Fast-growing Chinese firm STO Express has launched an exclusive weekly air express service between Hong Kong and Prague to distribute Chinese goods across Europe.
It is thought to be the first regular freighter operation to Europe to be undertaken by a Chinese express delivery firm, according to Hong Kong Air Cargo Terminals Ltd (Hactl), which is providing handling services in Hong Kong.
Cargo airline SW Italia (part of Silk Way West Airlines) is operating the service with a B747-8F but the aircraft is decked out in STO Express livery.
Hactl Chief Executive Mark Whitehead said: “We are delighted to extend our relationship with SW Italia to include this new operation, which clearly signals the growing role of the mainstream airfreight industry in e-commerce logistics.”
Ignazio Coraci, President and CEO of SW Italia, added: “We look forward to working with STO Express on this exciting new project, and are very happy to entrust the vitally important ground handling element of the operation to our long-term service partner Hactl.”
STO Express is planning to operate up to three cargo flights per week between Hong Kong and the capital of the Czech Republic, a report in the China Daily newspaper said. The company is also setting up its own truck fleet to carry goods from Prague to countries across Europe, including the UK, the report added.
It went on to quote the vice-president and operations director of STO Express Europe, Wayne Yu, who said: "Having our own cargo plane and truck fleet will save costs for customers, reduce delivery times by 3-7 days and we can now provide customers with a complete delivery tracking service."
A report in China Daily published last month said STO Express was looking to capture a quarter of the China-related market share from global delivery players like DHL, UPS, TNT and FedEx in the next one or two years, as its fees are only half of theirs.
STO Express' announcement on its expansion into Europe coincides with the spectacular growth in the cross-border e-commerce sector.
The China Daily report highlighted statistics from Chinese research firm iResearch showing that China's cross-border imports grew from 100 billion yuan ($15 billion) in 2014 to 150 billion yuan last year and are forecast to hit 210 billion yuan this year. It also noted that, according to joint research by Accenture and AliResearch, Alibaba Group's research arm, the global cross-border e-commerce market stood at $230 billion in 2014, and is projected to grow to $1 trillion by 2020.
A year ago, STO Express concluded a US$2.6 billion 'reverse merger' deal with Shenzhen-traded valve maker Zhejiang IDC Fluid Control. Under a ‘reverse merger,' companies are legally acquired by smaller firms that are already listed on local stock exchanges. These deals are known as ‘back-door listings’ which bypass China's lengthy initial public offering (IPO) process.

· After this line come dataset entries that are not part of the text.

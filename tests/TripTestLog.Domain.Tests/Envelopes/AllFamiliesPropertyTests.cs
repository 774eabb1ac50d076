using CsCheck;
using TripTestLog.Domain.Envelopes;
using TripTestLog.Domain.Measurements;
using TripTestLog.Domain.Quantities;
using TripTestLog.Domain.Settings;

namespace TripTestLog.Domain.Tests.Envelopes;

/// <summary>
/// For every family, over random settings and currents: edges never rise with current and the minimum never passes
/// the maximum, wherever the envelope sets a band. A minimum of "never" counts as infinitely late, an absent maximum
/// as unbounded.
/// </summary>
public sealed class AllFamiliesPropertyTests
{
    private static readonly Gen<ITripEnvelope> Electronic =
        Gen.Select(Gen.Double[10, 2000], Gen.Double[0.5, 30], Gen.Double[2, 10], Gen.Double[0.05, 0.5], Gen.Bool, Gen.Double[1.5, 3])
            .Select(t => (ITripEnvelope)new ElectronicTripEnvelope(Amperes.Of(t.Item1 * 1.2), new ElectronicTripSettings(
                Amperes.Of(t.Item1), Seconds.Of(t.Item2), 6, Amperes.Of(t.Item1 * t.Item3), Seconds.Of(t.Item4), t.Item5,
                Amperes.Of(t.Item1 * t.Item3 * t.Item6), LabPolicy.ElectronicTimeTolerance, LabPolicy.InstantaneousMax) { ThermalMemory = t.Item5 }));

    private static readonly Gen<ITripEnvelope> ThermalMagnetic =
        Gen.Select(Gen.Double[10, 1000], Gen.Double[3, 15])
            .Select(t => (ITripEnvelope)new ThermalMagneticEnvelope(Amperes.Of(t.Item1), new ThermalMagneticSettings(
                Amperes.Of(t.Item1), Amperes.Of(t.Item1 * t.Item2), LabPolicy.InstantaneousMax)));

    private static readonly Gen<ITripEnvelope> Relay =
        Gen.Select(Gen.Int[0, 6], Gen.Double[10, 2000], Gen.Double[0.05, 1.2], Gen.Double[5, 30], Gen.Bool)
            .Select(t => (ITripEnvelope)new RelayEnvelope(new RelaySettings(
                (IdmtCurve)t.Item1, Amperes.Of(t.Item2), t.Item3, t.Item5 ? Amperes.Of(t.Item2 * t.Item4) : null,
                t.Item5 ? Seconds.Of(0.05) : null, LabPolicy.RelayTimeTolerance, LabPolicy.RelayPickupTolerance, Seconds.Of(0.05))));

    private static readonly Gen<ITripEnvelope> Miniature =
        Gen.Select(Gen.Int[0, 2], Gen.Double[0.5, 125], Gen.Double[0.5, 1.5], Gen.Int[1, 4], Gen.Int[0, 2])
            .Select(t => (ITripEnvelope)new Iec60898Envelope((Devices.TripCurve)t.Item1, Amperes.Of(t.Item2), t.Item3, t.Item4,
                t.Item5 == 1 && t.Item1 < 2 ? Supply.Dc : Supply.Ac, rcbo: t.Item5 == 2));

    private static readonly Gen<ITripEnvelope> Tabled =
        Gen.Select(Gen.Double[10, 400], Gen.Double[6, 15], Gen.Double[1.2, 3])
            .Select(t => (ITripEnvelope)new OverlayEnvelope(
                new CurveTableEnvelope(CurveTable.Create("P", [
                    new(CurrentMultiple.Of(t.Item3), Seconds.Of(20), Seconds.Of(900)),
                    new(CurrentMultiple.Of(t.Item3 * 2), Seconds.Of(2), Seconds.Of(60)),
                    new(CurrentMultiple.Of(t.Item3 * 2 + t.Item2), Seconds.Of(0), Seconds.Of(0.05))]), Amperes.Of(t.Item1)),
                new ThermalMagneticEnvelope(Amperes.Of(t.Item1), new ThermalMagneticSettings(Amperes.Of(t.Item1), Amperes.Of(t.Item1 * t.Item2), LabPolicy.InstantaneousMax))));

    /// <summary>A random envelope of any family, with its settings, poles, supply and overlays.</summary>
    internal static readonly Gen<ITripEnvelope> Any = Gen.OneOf(Electronic, ThermalMagnetic, Relay, Miniature, Tabled);

    /// <summary>Random test conditions: either start, all poles or one.</summary>
    internal static readonly Gen<TestConditions> Conditions =
        Gen.Select(Gen.Bool, Gen.Bool).Select(t => new TestConditions(t.Item1 ? StartCondition.Warm : StartCondition.Cold, t.Item2 ? PoleLoading.OnePole : PoleLoading.AllPoles));

    [Fact]
    public void EdgesNeverRise_AndTheMinimumNeverPassesTheMaximum()
    {
        Gen.Select(Any, Gen.Double[0.5, 60], Gen.Double[0.5, 60], Conditions).Sample(t =>
        {
            var (envelope, x, y, conditions) = t;
            var (lo, hi) = x <= y ? (x, y) : (y, x);
            var low = envelope.At(CurrentMultiple.Of(lo) * envelope.Reference).For(conditions);
            var high = envelope.At(CurrentMultiple.Of(hi) * envelope.Reference).For(conditions);
            foreach (var band in new[] { low, high }.Where(b => b.HasRequirement))
            {
                Assert.True(Earliest(band) <= Latest(band), $"{envelope.Standard}: min above max at {band.Multiple}");
            }

            if (low.HasRequirement && high.HasRequirement)
            {
                Assert.True(Earliest(high) <= Earliest(low), $"{envelope.Standard}: minimum rose from {lo} to {hi}");
                Assert.True(Latest(high) <= Latest(low), $"{envelope.Standard}: maximum rose from {lo} to {hi}");
            }
        }, iter: 20_000);
    }

    private static double Earliest(AppliedBand band) => band.Minimum.Limit?.Value ?? double.PositiveInfinity;

    private static double Latest(AppliedBand band) => band.Maximum.Limit?.Value ?? double.PositiveInfinity;
}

STO Express' rivals, such as SF Express, YTO Express, STO Express and Yunda Express, have also sought IPOs through so-called ‘reverse mergers’ to finance the development of their domestic and international activities. Earlier this autumn, China’s fast-growing ZTO Express floated on the New York Stock Exchange to raise up US$1.5 billion.
In a separate move, ZTO and USPS have signed a cooperation agreement covering e-commerce distribution between China and the USA.